Endres Dominique, Baldermann Juan C, Schiele Miriam A, Jelinek Lena, Domschke Katharina, Voderholzer Ulrich
Klinik für Psychiatrie und Psychotherapie, Universitätsklinikum Freiburg, Medizinische Fakultät, Albert-Ludwigs-Universität Freiburg, Hauptstraße 5, 79104, Freiburg, Deutschland.
Klinik für Psychiatrie und Psychotherapie, Universitätsklinikum Hamburg-Eppendorf, Hamburg, Deutschland.
Nervenarzt. 2025 Jun 27. doi: 10.1007/s00115-025-01845-3.

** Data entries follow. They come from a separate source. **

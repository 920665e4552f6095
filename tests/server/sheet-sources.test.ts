// What the sheet prints as a figure's sign and sources: the engine's sign text and, for the sources, full
// citations named by the methods page's keys, never a document outside the product.
import { describe, expect, it } from "vitest";
import { DEMO_LAYOUTS } from "@/contracts/demo-layouts";
import { analyzeLayout } from "@/engine";
import { CITATIONS } from "@/engine/methods/citations";
import { sheetFigureGroups } from "@/figures/sheet-figures";
import { figureSign, sheetSources } from "@/server/exports/sheet-sources";
import { OUTSIDE_REFERENCE } from "../helpers/outside-reference";

describe("the sheet's signs and sources", () => {
  it("states the sign of a sign-bearing figure as the engine's table does", () => {
    expect(figureSign("camber-bump")).toBe("+ wheel top leans outboard (relative to the body)");
    expect(figureSign("scrub")).toBe("+ axis meets the ground inboard of the contact centre");
    expect(figureSign("not-a-figure")).toBeNull();
  });

  it("gives one line per citation key, each a full citation of the methods page, the material's last", () => {
    const keys = new Set(CITATIONS.map((c) => c.key));
    for (const d of DEMO_LAYOUTS) {
      const a = analyzeLayout(d.layout, { travelSteps: 9, steerSteps: 15 });
      const lines = sheetSources(a, sheetFigureGroups(a, "mm").flatMap((g) => g.readouts));
      expect(lines.length).toBeGreaterThan(5);
      expect(lines.at(-1)!.figure).toBe("Allowable shear of the material");
      for (const l of lines) {
        expect(keys.has(l.key)).toBe(true);
        expect(l.source.endsWith(`[${l.key}]`)).toBe(true);
        expect(`${l.figure} ${l.source}`).not.toMatch(OUTSIDE_REFERENCE);
      }
      // The camber figures rest on the sign convention's standard.
      expect(lines.find((l) => l.key === "sae-j670-2008")?.figure).toMatch(/Camber at full bump/);
    }
  });
});
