import { kitsUsingShelfItem, shelfItemIdOrNotFound } from "@/server/data/shelf";
import { workspaceRoute } from "@/server/http/route";

type Params = { workspaceId: string; itemId: string };

// The kits whose head layout takes figures from this item.
export const GET = workspaceRoute<Params, "shelf">("shelf", "read", async (_req, access, params) => {
  return Response.json({ kits: await kitsUsingShelfItem(access.workspace.id, shelfItemIdOrNotFound(params.itemId)) });
});
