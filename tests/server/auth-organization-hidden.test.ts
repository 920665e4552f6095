// better-auth's organization endpoints are not reachable over HTTP: membership changes go through the
// app's own members and invitations routes only.
import { describe, expect, it } from "vitest";
import { GET as authGet, POST as authPost } from "@/app/api/auth/[...all]/route";
import * as membersRoute from "@/app/api/workspaces/[workspaceId]/members/route";
import * as workspacesRoute from "@/app/api/workspaces/route";
import { BASE, call, signUp } from "../helpers/api";

const origin = new URL(BASE).origin;
const post = (path: string, cookie: string, body: unknown) =>
  authPost(new Request(`${BASE}${path}`, { method: "POST", headers: { cookie, origin, "content-type": "application/json" }, body: JSON.stringify(body) }));

describe("the auth catch-all hides better-auth's organization endpoints", () => {
  it("an owner's add-member call to /organization/add-member is 404 and adds nobody, in any spelling", async () => {
    const owner = await signUp("Orla Penn");
    const other = await signUp("Taavi Moss");
    const ws = (await call(workspacesRoute.GET, "GET", "/api/workspaces", {}, { cookie: owner.cookie })).json.workspaces[0].id as string;
    for (const path of ["/api/auth/organization/add-member", "/api/auth/Organization/add-member", "/api/auth//organization/add-member"]) {
      const res = await post(path, owner.cookie, { userId: other.userId, role: "admin", organizationId: ws });
      expect(res.status, path).toBe(404);
      expect(((await res.json()) as { error: { code: string } }).error.code).toBe("not_found");
    }
    const members = await call<{ workspaceId: string }>(membersRoute.GET, "GET", `/api/workspaces/${ws}/members`, { workspaceId: ws }, { cookie: owner.cookie });
    expect(members.status).toBe(200);
    expect(JSON.stringify(members.json)).not.toContain(other.userId);
  });

  it("reads under /organization/ are 404 too; other auth endpoints still answer", async () => {
    const who = await signUp("Ines Varo");
    const list = await authGet(new Request(`${BASE}/api/auth/organization/list`, { headers: { cookie: who.cookie } }));
    expect(list.status).toBe(404);
    const full = await authGet(new Request(`${BASE}/api/auth/organization/get-full-organization`, { headers: { cookie: who.cookie } }));
    expect(full.status).toBe(404);
    const session = await authGet(new Request(`${BASE}/api/auth/get-session`, { headers: { cookie: who.cookie } }));
    expect(session.status).toBe(200);
    expect(((await session.json()) as { user: { id: string } }).user.id).toBe(who.userId);
  });
});
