import { EventEmitter } from "node:events";
import { Pool as NeonPool } from "@neondatabase/serverless";
import { Pool } from "pg";
import { describe, expect, it, vi } from "vitest";
import { quietDroppedConnections, usesNeonDriver } from "@/server/db/client";

describe("database driver choice", () => {
  it("auto picks the Neon serverless driver for a hosted Neon URL and node-postgres otherwise", () => {
    expect(usesNeonDriver("postgres://u:p@ep-quiet-field-123456.eu-central-1.aws.neon.tech/app?sslmode=require", "auto")).toBe(true);
    expect(usesNeonDriver("postgres://knucklebench@127.0.0.1:54329/knucklebench", "auto")).toBe(false);
    expect(usesNeonDriver("not a url", "auto")).toBe(false);
  });
  it("an explicit DB_DRIVER wins", () => {
    expect(usesNeonDriver("postgres://127.0.0.1/x", "neon")).toBe(true);
    expect(usesNeonDriver("postgres://u@ep-x.neon.tech/x", "pg")).toBe(false);
  });
});

describe("a connection the database dropped", () => {
  // What PostgreSQL sends each connection on a fast shutdown (SQLSTATE 57P01).
  const adminShutdown = () => Object.assign(new Error("terminating connection due to administrator command"), { code: "57P01" });

  it.each([
    ["node-postgres", () => new Pool({ connectionString: "postgres://u:p@127.0.0.1:1/x" })],
    ["Neon serverless", () => new NeonPool({ connectionString: "postgres://u:p@ep-x.neon.tech/x" })],
  ])("is one warning line on the %s pool when idle, and no exception when checked out", (_name, makePool) => {
    const pool = makePool();
    // Without a listener an EventEmitter throws its 'error': the uncaughtException the pools used to raise.
    expect(() => pool.emit("error", adminShutdown())).toThrow("administrator command");

    quietDroppedConnections(pool as unknown as Parameters<typeof quietDroppedConnections>[0]);
    const warn = vi.spyOn(console, "warn").mockImplementation(() => {});
    expect(() => pool.emit("error", adminShutdown())).not.toThrow();
    expect(warn.mock.calls).toEqual([
      ["database: an idle connection was closed (57P01 terminating connection due to administrator command); the next query opens a new one"],
    ]);
    const client = new EventEmitter();
    pool.emit("connect", client);
    expect(() => client.emit("error", new Error("Connection terminated unexpectedly"))).not.toThrow();
    expect(warn).toHaveBeenCalledTimes(1); // its next query fails instead, and is answered 503
    warn.mockRestore();
  });
});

Obsessive-compulsive disorders (OCD) are common and have high treatment resistance rates. The rationale of this CME article is to provide an update on OCD in adulthood. First, recent study results on the etiopathogenesis of OCD and its correlates are summarized and the clinical manifestations and current classification criteria are presented. Insight specifiers were added in the ICD-11 criteria and the classification into subtypes and the time criterion were removed; instead, the criteria now require the symptoms to be time-consuming (e.g., lasting > 1 h/day). In addition, a separate category for obsessive-compulsive and related disorders has been introduced. Frequent mental comorbidities, which are present in approximately 70-90% of cases and differential diagnostic considerations are summarized. The current state with respect to the diagnostic work-up and secondary (e.g., autoimmune) obsessive-compulsive syndromes is outlined. In terms of treatment options, disorder-specific cognitive behavioral therapy with exposure and response prevention has demonstrated high effect sizes. Novel approaches and formats include concentrated short-term or internet-based interventions. Pharmacotherapy is primarily carried out with serotonin reuptake inhibitors (SSRIs or clomipramine). Atypical antipsychotic drugs can be used for augmentation. Glutamate modulators are currently being investigated in clinical trials. Brain stimulation techniques, including noninvasive repetitive transcranial magnetic stimulation and invasive bilateral deep brain stimulation, are therapeutic options in cases of treatment resistance. Finally, a short summary delineates other OCD-related disorders. New diagnostic and treatment options to reduce the treatment resistance rates seem promising.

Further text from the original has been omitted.